"Show HN draft — Terms of Service rater on a DGX Spark"

2026-06-03

Show HN draft

Title options (pick one)

Show HN: I rate every Terms of Service with a local LLM on a box in my house
Show HN: Rate any Terms of Service, privacy, or cookie policy 1–5 stars (local LLM)
Show HN: A Terms of Service rater that runs on one DGX Spark on my desk

(#1 is the strongest — it leads with the human + the "local, on my desk" angle HN likes.)

URL to submit

https://digitalsurfacelabs.com/u/joe/pages/tos-checker

Body text (first comment, posted by OP immediately)

Nobody reads the Terms of Service. Or the privacy policy, or the cookie banner. Not because they're hard — because reading them is never worth the minutes, so we click "Accept" and move on. That made sense when the only thing that could read them was a person. It stopped making sense the moment a model could read one in seconds for a fraction of a cent.

So I built a thing that pays that tax for me. Paste a policy URL (or install the extension and it does it as you browse) and it scores the document 1–5 stars on a fixed, published rubric: data collection, retention, third-party sharing, user rights, and dispute resolution for terms/privacy; consent quality, tracking scope, third-party trackers, retention, and banner dark-patterns for cookie policies. Every axis comes back with a verbatim evidence quote and a citation into the rubric, so you can audit the reasoning instead of trusting a black box. The rubric files are rendered live on the methodology pages — the page shows you the exact check it ran.

The part I think is interesting: it all runs on a single NVIDIA DGX Spark on my desk — not an API, not a data center. One GB10 box, ~160W at the wall while it's thinking. That has consequences I decided to be honest about rather than hide:

A policy the system has never seen takes ~50s to rate (an 80B model, one generation at a time). The page shows your place in the queue.
Ratings are cached and shared across everyone, so popular policies (Google, Apple, etc.) come back instantly — it's a DB lookup, no model.
Under load (e.g. this post), novel-URL scans line up behind each other. That's the honest tradeoff of running it on hardware I own instead of renting GPUs.

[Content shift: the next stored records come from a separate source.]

def _locate(exc: TrackplanError) -> TrackplanError:
    """An error raised by a computation module names a field: put the command's option there, and
    write its references to values the user gives as the command's options."""
    where = exc.where
    if exc.field is not None and exc.where == exc.field:
        where = _option_for(exc.field) or exc.where
    located = exc.relocated(where, _option_for)
    return exc if str(located) == str(exc) else located


def place_fields(obj):
    """A command's JSON with the ``where`` of its warnings placed at the running command's options:
    a computation module names a field (``tensor_capacity``, ``months``); the command line shows the
    option that carries it (``--tensor-capacity``). A ``where`` no option carries is left as it is."""
    if isinstance(obj, dict):
        out = {k: place_fields(v) for k, v in obj.items()}
        if set(out) == {"code", "message", "where"} and isinstance(out["where"], str):
            out["where"] = _option_for(out["where"]) or out["where"]
        return out
    if isinstance(obj, list):
        return [place_fields(v) for v in obj]
    return obj


def _os_error(exc: OSError) -> InputError:
    from trackplan.errors import excerpt

    name = f" {excerpt(exc.filename, 80)}" if exc.filename is not None else ""
    return InputError(f"cannot use the file{name}: {exc.strerror or type(exc).__name__}")


def internal_error(exc: BaseException) -> None:
    """Report an unforeseen failure plainly (no traceback on the terminal), keep the details in a
    file for the report, and exit with :data:`EXIT_INTERNAL`."""
    import os
    import tempfile
    import traceback

    from rich.text import Text

    from trackplan.errors import excerpt

    detail = ""
    try:
        fd, path = tempfile.mkstemp(prefix="trackplan-error-", suffix=".txt")
        with os.fdopen(fd, "w", encoding="utf-8") as fh:
            fh.write("trackplan " + " ".join(sys.argv[1:]) + "\n\n")
            fh.write("".join(traceback.format_exception(exc)))
        detail = f" Details: {path}."
    except OSError:
        pass
    err_console.print(
        Text("internal error: ", style="bold red")
        + Text(f"{type(exc).__name__}: {excerpt(exc, 120)}. This is a fault in trackplan, not in your input; "
               f"please report it to the trackplan maintainers with the command line and its input files."
               f"{detail}"),
        highlight=False, soft_wrap=True,
    )
    raise typer.Exit(EXIT_INTERNAL)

By my measurement it costs about 0.04 of a cent and ~2.2 watt-hours to read one full policy — less than leaving a phone charger plugged in for an hour. There's a companion post that pulls my own numbers (how many policies I hit last week, best/worst, the live Spark stats): https://digitalsurfacelabs.com/u/joe/pages/blog-i-agree

Stack: Node/TypeScript, a small priority queue that serializes the single Spark and falls back to a cloud model when a human is waiting and the box is busy, SQLite for the rating cache, and a Chrome extension that shows a star badge on policy pages. If you connect an account it keeps a private, clearable history of every policy you've agreed to (off by default).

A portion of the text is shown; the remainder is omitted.